Repeat nothing but the lines below running from the one containing "The renderings of" to the one containing "is the stored". Keep both end lines.

□ □ □

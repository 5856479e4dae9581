#pragma once
// The renderings of a stored certificate, all drawn from its one Document (report/certificates/document.hpp):
// text, HTML and JSON here, PDF through report/document/pdf.hpp, DCC through report/dcc/. `shown` is the stored
// content with "content_sha256" and "status" beside it (app::certificate_document).
#include <nlohmann/json.hpp>
#include <string>

namespace plumb::report {

std::string certificate_text(const nlohmann::json& shown);
std::string certificate_html(const nlohmann::json& shown);
/// The stored record as it is, with "rendering": every labelled value the other renderings show
/// (report/document/values.hpp), so a program reads the same certificate a person does.
nlohmann::json certificate_json(const nlohmann::json& shown);

}  // namespace plumb::report
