#include "store/lab_status.hpp"

#include <SQLiteCpp/Statement.h>

#include "store/columns.hpp"

namespace plumb::store {
namespace {

// For each instrument, the index check_runs_by_instrument (instrument_id, performed_on, id) is walked
// backwards to its first run that nothing supersedes and that is not void (index check_runs_superseded,
// run_voids' key): a handful of index
// steps per instrument instead of a scan of every run.
constexpr const char* status_select = R"(
SELECT i.id, i.kind, i.location, i.check_every, i.created_on,
       r.id, r.procedure, r.performed_on, r.operator, r.verdict, r.next_due,
       json_extract(r.results_json, '$.bias_g'), json_extract(r.results_json, '$.sd_g'), b.readability_g,
       (SELECT json_extract(c.value, '$.systematic_error_pct')
          FROM json_each(r.results_json, '$.volumes') v, json_each(v.value, '$.channels') c
          ORDER BY abs(json_extract(c.value, '$.systematic_error_pct')) DESC LIMIT 1),
       (SELECT max(json_extract(c.value, '$.cv_pct'))
          FROM json_each(r.results_json, '$.volumes') v, json_each(v.value, '$.channels') c)
FROM instruments i
LEFT JOIN balances b ON b.instrument_id = i.id
LEFT JOIN check_runs r ON r.id = (
  SELECT l.id FROM check_runs l
  WHERE l.instrument_id = i.id
    AND NOT EXISTS (SELECT 1 FROM check_runs s WHERE s.supersedes = l.id)
    AND NOT EXISTS (SELECT 1 FROM run_voids v WHERE v.run_id = l.id)
  ORDER BY l.performed_on DESC, l.id DESC LIMIT 1)
)";
constexpr const char* every_instrument = "WHERE ?1 = '' OR i.kind = ?1 ORDER BY i.id COLLATE natural_id";
constexpr const char* one_instrument = "WHERE i.id = ?2 AND (?1 = '' OR i.kind = ?1)";

Date date_column(const SQLite::Column& c) { return parse_date(c.getString(), "stored date"); }

std::optional<double> number_column(const SQLite::Column& c) {
  if (c.isNull()) return std::nullopt;
  return c.getDouble();
}

}  // namespace

void for_each_instrument_status(SQLite::Database& db, const std::string& kind,
                                const std::function<void(const InstrumentStatus&)>& visit, const std::string& only_id) {
  SQLite::Statement q(db, std::string(status_select) + (only_id.empty() ? every_instrument : one_instrument));
  q.bind(1, kind);
  if (!only_id.empty()) q.bind(2, only_id);
  InstrumentStatus s;
  while (q.executeStep()) {
    s.id = q.getColumn(0).getString();
    s.kind = q.getColumn(1).getString();
    s.location = q.getColumn(2).getString();
    s.check_every = q.getColumn(3).getString();
    s.created_on = date_column(q.getColumn(4));
    s.readability_g.reset();
    if (!q.getColumn(13).isNull()) s.readability_g = q.getColumn(13).getString();
    s.latest.reset();
    if (!q.getColumn(5).isNull()) {
      LatestResult r;
      r.run_id = q.getColumn(5).getInt64();
      r.procedure = stored_procedure(q.getColumn(6));
      r.performed_on = date_column(q.getColumn(7));
      r.operator_name = q.getColumn(8).getString();
      r.verdict = q.getColumn(9).getString() == "pass" ? Verdict::pass : Verdict::fail;
      if (!q.getColumn(10).isNull()) r.next_due = date_column(q.getColumn(10));
      r.bias_g = number_column(q.getColumn(11));
      r.sd_g = number_column(q.getColumn(12));
      r.systematic_error_pct = number_column(q.getColumn(14));
      r.cv_pct = number_column(q.getColumn(15));
      s.latest = std::move(r);
    }
    visit(s);
  }
}

}  // namespace plumb::store
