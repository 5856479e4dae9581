#include "store/columns.hpp"

#include <fmt/format.h>

#include "core/errors.hpp"

namespace plumb::store {

checks::Procedure stored_procedure(const SQLite::Column& c) {
  const std::string key = c.getString();
  if (auto p = checks::find_procedure(key)) return *p;
  throw StorageError(fmt::format("column {} holds \"{}\", which is not a procedure this version of plumb knows.",
                                 c.getName(), key));
}

}  // namespace plumb::store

□ □ □

**ANSWER TO THIS PROBLEM:**
// The renderings of a stored certificate, all drawn from its one Document (report/certificates/document.hpp):
// text, HTML and JSON here, PDF through report/document/pdf.hpp, DCC through report/dcc/. `shown` is the stored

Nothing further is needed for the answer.